Algunos, demasiados quizá en esta sociedad deprimida por los malos pensamientos y peores obras que estamos padeciendo desde que hemos verificado a ciencia cierta que somos económicamente muchísimo más pobres de lo que hemos creído (o nos han hecho creer) durante años, han perdido una cierta memoria emocional, y, arrebatados por los números y en exceso atiborrados de cifras macroeconómicas, han olvidado que, además del sol y la temperatura, este país y sus gentes poseen otros valores interesantes. Por ejemplo, la creatividad. Seguramente habremos de modificar (no cambiar) algunos hábitos, sobre todo en materia organizativa, pero, ni somos unos vagos (algún que otro europeo del norte tendría que darse una vuelta por las calles de nuestras ciudades a las siete de la mañana), ni desde luego unos lerdos a la hora de inventar. Y, por qué no decirlo, de improvisar, cuando tal cosa es indispensable para resolver un problema. Parece que esa palabra es anatema, cuando en realidad el auténtico problema es no saber qué hacer cuando, en un momento determinado, al variar las condiciones externas, no se tiene la capacidad para reformular rápidamente y con reflejos los procedimientos a seguir. La Europa del Norte siempre ha defendido la sistematización a ultranza, aun a costa de renunciar a la creatividad impensada; y por eso, como sus gentes conocen muy bien sus limitaciones, prefieren organizar su sociedad en un orden que por sus fueros sea irrompible, asignando al Sur la sucia tarea de convertirse en contenedor de diversión y buena vida. Claro que, dígase de paso, no solo para los habitantes naturales de tales irreductibles bolsas de “dolce vita”, sino para sus propios exiliados, que amanecen en las tierras cálidas cuando ya no son capaces de resistir el aburrimiento. Aun temporalmente.
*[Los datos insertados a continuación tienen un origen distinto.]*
// Choose which pole is anterior from the gradient channel (the gradient is high at the anterior end).
import type { ImagePoint, Mask, Plane } from '../model';
import { estimateBackgroundLevel, foregroundBox } from '../image';

/** Mean background-subtracted intensity of `plane` over mask pixels in the first and last `fraction` of first→second. */
export function endMeans(plane: Plane, mask: Mask, first: ImagePoint, second: ImagePoint, fraction = 0.2): { first: number; second: number } {
  const dx = second.x - first.x;
  const dy = second.y - first.y;
  const len2 = dx * dx + dy * dy;
  const bg = estimateBackgroundLevel(plane.data).level;
  let s1 = 0; let n1 = 0; let s2 = 0; let n2 = 0;
  const { width, data } = mask;
  // Only the mask's bounding box holds mask pixels; rows in the same order as a full scan, so the sums agree.
  const box = foregroundBox(mask) ?? { x0: 0, y0: 0, x1: 0, y1: 0 };
  for (let y = box.y0; y < box.y1; y++) {
    const o = y * width;
    const along = (y - first.y) * dy;
    for (let x = box.x0; x < box.x1; x++) {
      const i = o + x;
      if (!data[i]) continue;
      const t = ((x - first.x) * dx + along) / len2;
      if (t <= fraction) { s1 += plane.data[i] - bg; n1++; } else if (t >= 1 - fraction) { s2 += plane.data[i] - bg; n2++; }
    }
  }
  return { first: n1 ? s1 / n1 : NaN, second: n2 ? s2 / n2 : NaN };
}

/**
 * Which end is anterior: 'high' (and 'auto') = the end with the higher gradient-channel mean in its last 20% EL,
 * 'low' = the other. Returns whether `first` is anterior, and a warning when the two ends differ by < 20%.
 */
export function chooseAnterior(means: { first: number; second: number }, mode: 'auto' | 'high' | 'low'): { firstIsAnterior: boolean; warning: string | null } {
  const firstHigher = means.first >= means.second;
  const hi = Math.max(means.first, means.second);
  const lo = Math.min(means.first, means.second);
  let warning: string | null = null;
  if (mode === 'auto' && !(hi > 0 && hi >= 1.2 * Math.max(lo, 0))) {
    warning = `anterior end is ambiguous: the gradient channel differs little between the two ends (${round(means.first)} vs ${round(means.second)}); check the axis`;
  }
  return { firstIsAnterior: mode === 'low' ? !firstHigher : firstHigher, warning };
}

function round(v: number): string {
  return Number.isFinite(v) ? v.toPrecision(3) : 'n/a';
}
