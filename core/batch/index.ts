// Public surface of core/batch: batch settings from config + flags, output tables, results JSON, project edits.
export { BatchOptionError } from './option-error';
export { parseSettingsFlags, parseFitRange, type SettingsFlags, type SettingsOverrides } from './parse-flags';
export { parseConfigText } from './parse-config';
export { mergeSettings } from '../settings';
export {
  EMBRYO_COLUMNS, EMBRYO_MEASURE_COLUMNS, SIDE_COLUMNS, TIME_COLUMNS, BOUNDARY_COLUMNS, PROFILE_COLUMNS, LANDMARK_COLUMNS,
  embryoRow, embryoMeasureRow, sideCells, embryoResults, embryosCsv, boundariesCsv, profilesCsv, landmarksCsv, summaryBoundary, embryoProfiles,
} from './tables';
export {
  resultsToJson, resultsFromJson, resultsDocFromJson, reviveResult, jsonWithArrays, RESULTS_SCHEMA, RESULTS_SCHEMA_VERSION, RESULTS_OLD_VERSION,
  type ResultsDoc,
} from './results-json';
export {
  JOURNAL_FILE_NAME, JOURNAL_SCHEMA, JOURNAL_VERSION, journalRunLine, journalFileLine, parseJournal, normalizeResult, settingsKeyText,
  type JournalEntry, type JournalRunLine, type ParsedJournal,
} from './journal';
export { MAX_CELL_CHARS, clipMessage, collapseMessages, warningsCell, tidyMessages } from './messages';
export {
  PROJECT_FILE_NAME, projectKey, editsForFile, storedFileEdits, toHandEdits,
} from './project-edits';
export { isStackFileName, isStackFolderName, sortStackPaths } from './stack-files';
export {
  runRecordToJson, type RunRecord, type RunInput, type RunEndReason, type SoftwareVersions, type ShardInfo, type MergeInfo,
} from './run-record';
export { parseByteSize, formatByteSize, defaultMaxMemoryBytes } from './byte-size';
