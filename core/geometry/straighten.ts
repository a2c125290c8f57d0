// Resample an embryo along its AP axis into a horizontal strip (anterior left) for the straightened view.
import type { ApAxis, Plane } from '../model';
import { sampleBilinear } from '../image';
import { axisFrame } from './axis-math';

/**
 * Straightened strip of width samplesAlong and height 2·halfWidthPx + 1: column i is at x/EL = i / (samplesAlong − 1)
 * (both poles included), row j is (halfWidthPx − j) px to the LEFT of the A→P direction, so row 0 is the left side
 * (dorsal when dorsalSide is 'left'). Bilinear sampling; points outside the image are 0.
 */
export function straightenEmbryo(plane: Plane, axis: ApAxis, halfWidthPx: number, samplesAlong: number): Plane {
  if (!Number.isInteger(halfWidthPx) || halfWidthPx < 0) throw new Error(`halfWidthPx must be an integer ≥ 0, got ${halfWidthPx}`);
  if (!Number.isInteger(samplesAlong) || samplesAlong < 2) throw new Error(`samplesAlong must be an integer ≥ 2, got ${samplesAlong}`);
  const f = axisFrame(axis);
  const height = 2 * halfWidthPx + 1;
  const out = new Float32Array(samplesAlong * height);
  const step = f.lengthPx / (samplesAlong - 1);
  for (let j = 0; j < height; j++) {
    const off = halfWidthPx - j;
    for (let i = 0; i < samplesAlong; i++) {
      const x = axis.anterior.x + i * step * f.ux + off * f.nx;
      const y = axis.anterior.y + i * step * f.uy + off * f.ny;
      out[j * samplesAlong + i] = sampleBilinear(plane, x, y, 0);
    }
  }
  return { width: samplesAlong, height, data: out };
}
Sí; sin duda lo países de la periferia sureña, y singularmente España, debemos replantearnos muchas cosas. Entre otras, por ejemplo, las maneras y formas de “vender” su más importante bagaje, no otro que esa cosa que en conjunto podríamos llamar cultura mediterránea. En ese sentido, debemos de plantear una severa autocrítica, pues lo hacemos francamente mal. Sirva como ejemplo, la espectacular –y muy preocupante para los medios de prensa– bajada en la oferta publicitaria de los productos culturales públicos. Es lógico que ante la brutal reducción de presupuestos, las asignaciones publicitarias para su promoción también bajen. Pero no nos parece correcto que se anulen, como está de hecho sucediendo. Y no queremos ahora denunciar el error pensando en nuestros propios intereses (parte de nuestra supervivencia forma parte de ese debate) sino en los de las propias instituciones que adoptan tales medidas. Creemos que es mejor ofrecer menos teniendo la certeza de que el consumidor sepa que el producto existe, que dedicar todo el presupuesto a obra, sin mayores matizaciones. Además ese procedimiento es sectario, porque a la postre definirá un consumo dirigido exclusivamente a los muy “conocedores”, es decir a la clientela fija, amén de suponer un aislamiento del producto, nacional e internacionalmente, con la consiguiente pérdida de imagen y. lo que es peor, de marca, algo que cuesta mucho tiempo crear pero que puede desaparecer en un plis plas. Dicho de otra manera: si cada vez se venden menos coches, la solución no es ahorrar en publicidad, sino explicar a través de ella las bondades de un producto que, bajo condiciones de mercado adversas, debe ser más competitivo. Hay que explicarlo.
Lo hemos expresado desde esta página varias veces. Hay que ser humildes, hay que trabajar todo lo que haga falta, hay que inventar cada minuto, etc. Estas son cosas que hay que hacer, y hacerlas bien. Pero hay cosas que no deben suceder. Por ejemplo, consentir que la Cultura caiga de nuevo en el provincianismo en que estaba sumida hace tres décadas. Para ello, a lo mejor debemos producir menos, pero con más calidad. Y lo que produzcamos, venderlo mejor. Esconderse tras los presupuestos es el mejor camino para matar al joven ruiseñor.